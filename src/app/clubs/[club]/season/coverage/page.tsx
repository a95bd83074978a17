import { formatDay } from '@/core/day-time';
import { PointBars } from '@/features/coverage/components/point-bars';
import { TrialMap } from '@/features/coverage/components/trial-map';
import { readCoverageAsk } from '@/features/coverage/coverage-schema';
import { readCoverage } from '@/features/coverage/reads';
import { MONTH_NAMES } from '@/features/coverage/words';
import { now } from '@/server/clock';
import { clubPage } from '@/server/doors';
import { Button, ButtonLink } from '@/ui/button';
import { EmptyState, Notice } from '@/ui/notices';
import { PageTitle, Section } from '@/ui/page-parts';
import { RowHead, Table, TBody, Td, THead, Th, Tr } from '@/ui/table';
import { Select, TextInput } from '@/ui/text-inputs';
import { WindRose } from '@/ui/wind/wind-rose';

export const metadata = { title: 'Wind coverage' };

const percent = (share: number | null) => (share === null ? '–' : `${Math.round(share * 100)} %`);
const TITLES = { morning: 'Mornings', evening: 'Evenings' } as const;

export default clubPage('features.read', async ({ scope, search }) => {
  const { slug, name } = scope.club;
  const ask = readCoverageAsk(search);
  const view = await readCoverage(scope, ask, now());
  const page = `/clubs/${slug}/season/coverage`;
  const hasTrial = view.stands.some(({ trial }) => trial);
  const at = ask.lat !== undefined && ask.lon !== undefined ? { lat: ask.lat, lon: ask.lon } : null;
  const gain = view.windows.map((w) => `${percent(w.added)} of ${w.window}s`).join(' and ');
  const lead =
    view.fromDay && view.toDay
      ? `${view.source}: ${formatDay(view.fromDay, true)} to ${formatDay(view.toDay, true)}, hour by hour, in the club’s window hours.`
      : 'Which winds of a season the stands cover, and which nobody can sit on.';
  return (
    <>
      <PageTitle over={name} title="Wind coverage" lead={lead} />
      {view.windows.length === 0 ? (
        <EmptyState title="No hours to count yet" action={<ButtonLink href={page}>Look again</ButtonLink>}>
          {view.error ?? 'The hours known lie outside the club’s window hours.'}
        </EmptyState>
      ) : (
        <>
          {view.standCount === 0 && (
            <Notice title="No stands yet" className="mb-6">
              Nothing is covered until a stand has good winds. Try one below.
            </Notice>
          )}
          <div className="grid gap-x-10 lg:grid-cols-2">
            {view.windows.map((w) => (
              <div key={w.window}>
                <Section
                  title={TITLES[w.window]}
                  note={`${w.hours} hours. ${percent(w.covered)} of the wind is covered${hasTrial ? `, ${percent(w.added)} more with the trial` : ''}. Calm or variable for ${percent(w.calmShare)} of the hours: no arc covers those.`}
                >
                  <div className="mb-4 flex justify-center">
                    <WindRose
                      shares={w.points.map((p) => p.share * (1 - w.calmShare))}
                      calmShare={w.calmShare}
                      size={220}
                    />
                  </div>
                  <PointBars points={w.points} label={`${TITLES[w.window]} by compass point`} trial={hasTrial} />
                </Section>
                <div className="mt-6">
                  <Table caption={`${TITLES[w.window]} by month`}>
                    <THead>
                      <Th>Month</Th>
                      <Th align="right">Hours</Th>
                      <Th align="right">Covered</Th>
                      {hasTrial && <Th align="right">Trial adds</Th>}
                      <Th>Most uncovered</Th>
                    </THead>
                    <TBody>
                      {w.months.map((month) => (
                        <Tr key={month.month}>
                          <RowHead>{MONTH_NAMES[month.month - 1]}</RowHead>
                          <Td label="Hours" align="right">
                            {month.hours}
                          </Td>
                          <Td label="Covered" align="right">
                            {percent(month.covered)}
                          </Td>
                          {hasTrial && (
                            <Td label="Trial adds" align="right">
                              {percent(month.added)}
                            </Td>
                          )}
                          <Td label="Most uncovered">{month.uncovered}</Td>
                        </Tr>
                      ))}
                    </TBody>
                  </Table>
                </div>
              </div>
            ))}
          </div>
          <Section
            title="Try a stand"
            note="See what a seat with these winds would add before anybody hangs it. Nothing is saved."
          >
            <form method="get" action={page} className="mb-4 grid max-w-2xl gap-5 sm:grid-cols-2">
              <TextInput
                label="Its good winds"
                name="trial"
                defaultValue={ask.trial}
                hint="NW-N, 310-20, SW; SE"
                error={view.trial.problem ?? undefined}
              />
              <Select
                label="Hunted in"
                name="window"
                defaultValue={ask.window}
                options={[
                  { value: 'both', label: 'Mornings and evenings' },
                  { value: 'morning', label: 'Mornings' },
                  { value: 'evening', label: 'Evenings' },
                ]}
              />
              <TextInput label="Latitude" optional name="lat" inputMode="decimal" defaultValue={ask.lat ?? ''} />
              <TextInput label="Longitude" optional name="lon" inputMode="decimal" defaultValue={ask.lon ?? ''} />
              <div className="flex flex-wrap gap-3">
                <Button type="submit" look="primary">
                  Try it
                </Button>
                {hasTrial && <ButtonLink href={page}>Take it away</ButtonLink>}
              </div>
            </form>
            {hasTrial && (
              <div className="grid gap-3">
                <p className="font-semibold">The trial alone covers {gain} that no stand covers now.</p>
                {view.trial.placed && <p>{view.trial.placed}</p>}
                <TrialMap club={slug} at={at} />
              </div>
            )}
          </Section>
          <Section
            title="By stand"
            note="Hours with the wind in a good arc of the stand in a window it is hunted in. Alone: hours no other stand covers."
          >
            <Table caption="Hours covered by each stand" captionHidden>
              <THead>
                <Th>Stand</Th>
                <Th align="right">Mornings, h</Th>
                <Th align="right">Evenings, h</Th>
                <Th align="right">Of all wind</Th>
                <Th align="right">Alone, h</Th>
              </THead>
              <TBody>
                {view.stands.map((stand) => (
                  <Tr key={stand.id}>
                    <RowHead>{stand.trial ? 'The trial' : stand.name}</RowHead>
                    <Td label="Mornings, h" align="right">
                      {stand.morning}
                    </Td>
                    <Td label="Evenings, h" align="right">
                      {stand.evening}
                    </Td>
                    <Td label="Of all wind" align="right">
                      {percent(stand.share)}
                    </Td>
                    <Td label="Alone, h" align="right">
                      {stand.alone}
                    </Td>
                  </Tr>
                ))}
              </TBody>
            </Table>
          </Section>
        </>
      )}
    </>
  );
});
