import type { Browser, Page } from 'playwright-core';
import { afterAll, beforeAll, describe, expect, it } from 'vitest';
import { allAxeFindings, DESKTOP, keepPicture, launchBrowser, newVisitor, PHONE } from '../helpers/browser';
import { type ServedApp, serveApp } from '../helpers/serve-app';
import { signInDemo } from '../helpers/sign-in';

let app: ServedApp;
let browser: Browser;

beforeAll(async () => {
  app = await serveApp({ seed: true });
  browser = await launchBrowser();
}, 180_000);

afterAll(async () => {
  await browser?.close();
  await app?.stop();
});

const SEASON = '/clubs/tansy-fork/season';

async function isFine(page: Page, name: string): Promise<void> {
  const over = await page.evaluate(() => document.documentElement.scrollWidth - window.innerWidth);
  expect(over).toBeLessThanOrEqual(0);
  expect(await allAxeFindings(page)).toEqual([]);
  await keepPicture(page, name);
}

/** Drags the middle of something by so many pixels. */
async function drag(page: Page, locator: ReturnType<Page['locator']>, x: number, y: number): Promise<void> {
  await locator.scrollIntoViewIfNeeded();
  const box = await locator.boundingBox();
  if (!box) throw new Error('There is nothing to drag.');
  const [fromX, fromY] = [box.x + box.width / 2, box.y + box.height / 2];
  await page.mouse.move(fromX, fromY);
  await page.mouse.down();
  await page.mouse.move(fromX + x / 2, fromY + y / 2, { steps: 4 });
  await page.mouse.move(fromX + x, fromY + y, { steps: 4 });
  await page.mouse.up();
}

describe.each([
  ['desktop', DESKTOP],
  ['phone', PHONE],
] as const)('the ground looked over, on a %s', (size, viewport) => {
  async function visit(who: string) {
    const visitor = await newVisitor(browser, app.url, viewport);
    await signInDemo(visitor.page, who);
    return visitor;
  }

  it('lists findings by stand, a dozen or so, opened one by one and asked for by address', async () => {
    const { page, context, troubles } = await visit('abel');
    await page.goto(`${SEASON}/setup`);
    const rows = page.locator('ol > li');
    await rows.first().waitFor();
    const all = await rows.count();
    expect(all).toBeGreaterThan(4);
    expect(all).toBeLessThanOrEqual(16);
    expect(await page.getByText('What could be done').filter({ visible: true }).count()).toBe(0);
    await rows.first().locator('summary').click();
    await rows.first().getByText('What could be done').waitFor();
    await rows.first().getByText('Evidence: practice.').waitFor();
    await rows.first().getByText('State law and the landowner decide.').waitFor();
    await rows
      .first()
      .getByText(/Cutting and trimming: .*Source: Lease/)
      .waitFor();
    await isFine(page, `setup-open-${size}`);
    await page.getByLabel('What', { exact: true }).selectOption({ label: 'Seat in the sun' });
    await page.getByRole('button', { name: 'Show', exact: true }).click();
    await page.waitForURL(/what=seat_sun/);
    await expect.poll(() => rows.count()).toBeLessThan(all);
    expect(new Set(await rows.locator('summary').getByText('Seat in the sun').allTextContents()).size).toBe(1);
    expect(troubles).toEqual([]);
    await context.close();
  });

  it('lets a steward set a distance, sends a wrong one back to its field, and puts all back', async () => {
    const { page, context, troubles } = await visit('abel');
    await page.goto(`${SEASON}/setup`);
    await page.getByRole('link', { name: 'Distances and shares' }).click();
    const field = page.getByLabel(/Low sun in the eyes troubles from/);
    await page.locator('form[data-ready]').waitFor();
    await isFine(page, `setup-settings-${size}`);
    await field.fill('900');
    await page.getByRole('button', { name: 'Save' }).click();
    await page.getByText('type a number from 5 to 240 minutes').first().waitFor();
    await field.fill('240');
    // Leaving the field takes its error away, and with it the button's place.
    await field.press('Tab');
    await page.getByRole('button', { name: 'Save' }).click();
    await page.waitForURL(/season\/setup$/);
    await page.getByText('one distance or share is the club’s own').waitFor();
    expect(await page.locator('summary').getByText('Seat in the sun').count()).toBe(0);
    await page.goto(`${SEASON}/setup/settings`);
    await page.locator('form[data-ready]').waitFor();
    expect(await field.inputValue()).toBe('240');
    await page.getByRole('button', { name: 'All as they came' }).click();
    await page.getByRole('button', { name: 'Save' }).click();
    await page.waitForURL(/season\/setup$/);
    await page.getByText('at the distances that come with Windrest').waitFor();
    expect(troubles).toEqual([]);
    await context.close();
  });

  it('takes a rule for work from an admin, and shows it beside the findings', async () => {
    const { page, context, troubles } = await visit('nora');
    await page.goto('/clubs/tansy-fork/club/rules/edit#work');
    await page.locator('form[data-ready]').waitFor();
    const water = page.getByRole('group', { name: 'Water holes' });
    await water.getByLabel(/The rule/).fill(`No new holes on a ${size}.`);
    await water.getByLabel(/Source/).fill('Lease, paragraph 9');
    await water.getByLabel(/Stated on/).fill('');
    await page.getByRole('button', { name: 'Save the rules' }).click();
    await page.getByText('Choose the day on which it was stated.').first().waitFor();
    await water.getByLabel(/Stated on/).fill('2026-08-01');
    await page.getByRole('button', { name: 'Save the rules' }).click();
    await page.waitForURL(/club\/rules$/);
    await page.getByText(`No new holes on a ${size}.`).waitFor();
    await page.goto(`${SEASON}/setup?what=off_shot`);
    const seep = page.locator('ol > li').filter({ hasText: 'Bench Seep' });
    await seep.locator('summary').click();
    await seep.getByText(`Water holes: No new holes on a ${size}. Source: Lease, paragraph 9`).waitFor();
    expect(troubles).toEqual([]);
    await context.close();
  });

  it('draws the deer’s way on the map and turns it for the evening', async () => {
    const { page, context, troubles } = await visit('odalys');
    await page.goto(`${SEASON}/movement`);
    const arrows = page.locator('.m-leg-arrow');
    await arrows.first().waitFor({ state: 'attached' });
    const before = await arrows.first().getAttribute('transform');
    expect(await page.locator('.m-gap').count()).toBeGreaterThan(0);
    expect(await page.locator('.m-reach').count()).toBeGreaterThan(0);
    const numbers = await page.locator('.m-leg-number').allTextContents();
    expect(await page.locator('tbody th > span').allTextContents()).toEqual(numbers);
    await isFine(page, `movement-${size}`);
    await page.getByLabel(/In the evening/).check();
    await expect.poll(() => arrows.first().getAttribute('transform')).not.toBe(before);
    expect(troubles).toEqual([]);
    await context.close();
  });

  it('tries a stand by keys, by hand, by typing and on the map, and tells its gain at once', async () => {
    const { page, context, troubles } = await visit('odalys');
    await page.goto(`${SEASON}/coverage`);
    const said = page.getByRole('status').filter({ hasText: /trial|Give it a wind/ });
    await said.getByText('Give it a wind').waitFor();
    await page.getByRole('button', { name: 'Add an arc' }).click();
    await said.getByText(/The trial alone covers \d.* that no stand covers now/).waitFor();
    const typed = page.getByLabel('Its good winds');
    const first = await typed.inputValue();

    const end = page.getByRole('slider', { name: 'Arc 1, to' });
    const at = Number(await end.getAttribute('aria-valuenow'));
    await end.focus();
    await page.keyboard.press('ArrowRight');
    expect(Number(await end.getAttribute('aria-valuenow'))).toBe((at + 5) % 360);
    await expect.poll(() => typed.inputValue()).not.toBe(first);
    const turned = await typed.inputValue();
    await drag(page, end, 0, 60);
    await expect.poll(() => typed.inputValue()).not.toBe(turned);

    await typed.fill('100-120');
    await expect.poll(() => end.getAttribute('aria-valuenow')).toBe('120');
    expect(page.url()).toContain('trial=100-120');
    await page.getByRole('button', { name: 'Place it on the map' }).click();
    const map = page.locator('.leaflet-container');
    await map.waitFor();
    await map.click({ position: { x: 170, y: 150 } });
    await said.getByText('Where it stands, its seat would be').waitFor();
    const seat = page.getByRole('button', { name: /^Trial seat/ });
    const north = Number(await page.getByLabel(/Latitude/).inputValue());
    await drag(page, seat, 0, -40);
    await expect.poll(async () => Number(await page.getByLabel(/Latitude/).inputValue())).toBeGreaterThan(north);
    const dragged = Number(await page.getByLabel(/Latitude/).inputValue());
    await seat.focus();
    await page.keyboard.press('ArrowDown');
    await expect.poll(async () => Number(await page.getByLabel(/Latitude/).inputValue())).toBeLessThan(dragged);
    await drag(page, page.locator('.m-handle').first(), 30, 30);
    await expect.poll(() => typed.inputValue()).not.toBe('100-120');
    await isFine(page, `coverage-${size}`);

    const address = page.url();
    await expect.poll(() => said.locator('[aria-busy=true]').count()).toBe(0);
    const text = await said.textContent();
    await page.goto(address);
    await said.getByText('Where it stands').waitFor();
    expect(await said.textContent()).toBe(text);
    await page.getByRole('button', { name: 'Take it away' }).click();
    await said.getByText('Give it a wind').waitFor();
    expect(troubles).toEqual([]);
    await context.close();
  });
});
◇ ◇ ◇ ◇ ◇ ◇ ◇
→ **The problem**: Could you restate word for word the lines above from the one containing "await rows.first().locator('summary').click();" through the one containing "await page.waitForURL(/what=seat_sun/);", both included, and nothing else?

→ **Solution**:
    await rows.first().locator('summary').click();
    await rows.first().getByText('What could be done').waitFor();
    await rows.first().getByText('Evidence: practice.').waitFor();
    await rows.first().getByText('State law and the landowner decide.').waitFor();
    await rows
      .first()
      .getByText(/Cutting and trimming: .*Source: Lease/)
      .waitFor();
    await isFine(page, `setup-open-${size}`);
    await page.getByLabel('What', { exact: true }).selectOption({ label: 'Seat in the sun' });
    await page.getByRole('button', { name: 'Show', exact: true }).click();
    await page.waitForURL(/what=seat_sun/);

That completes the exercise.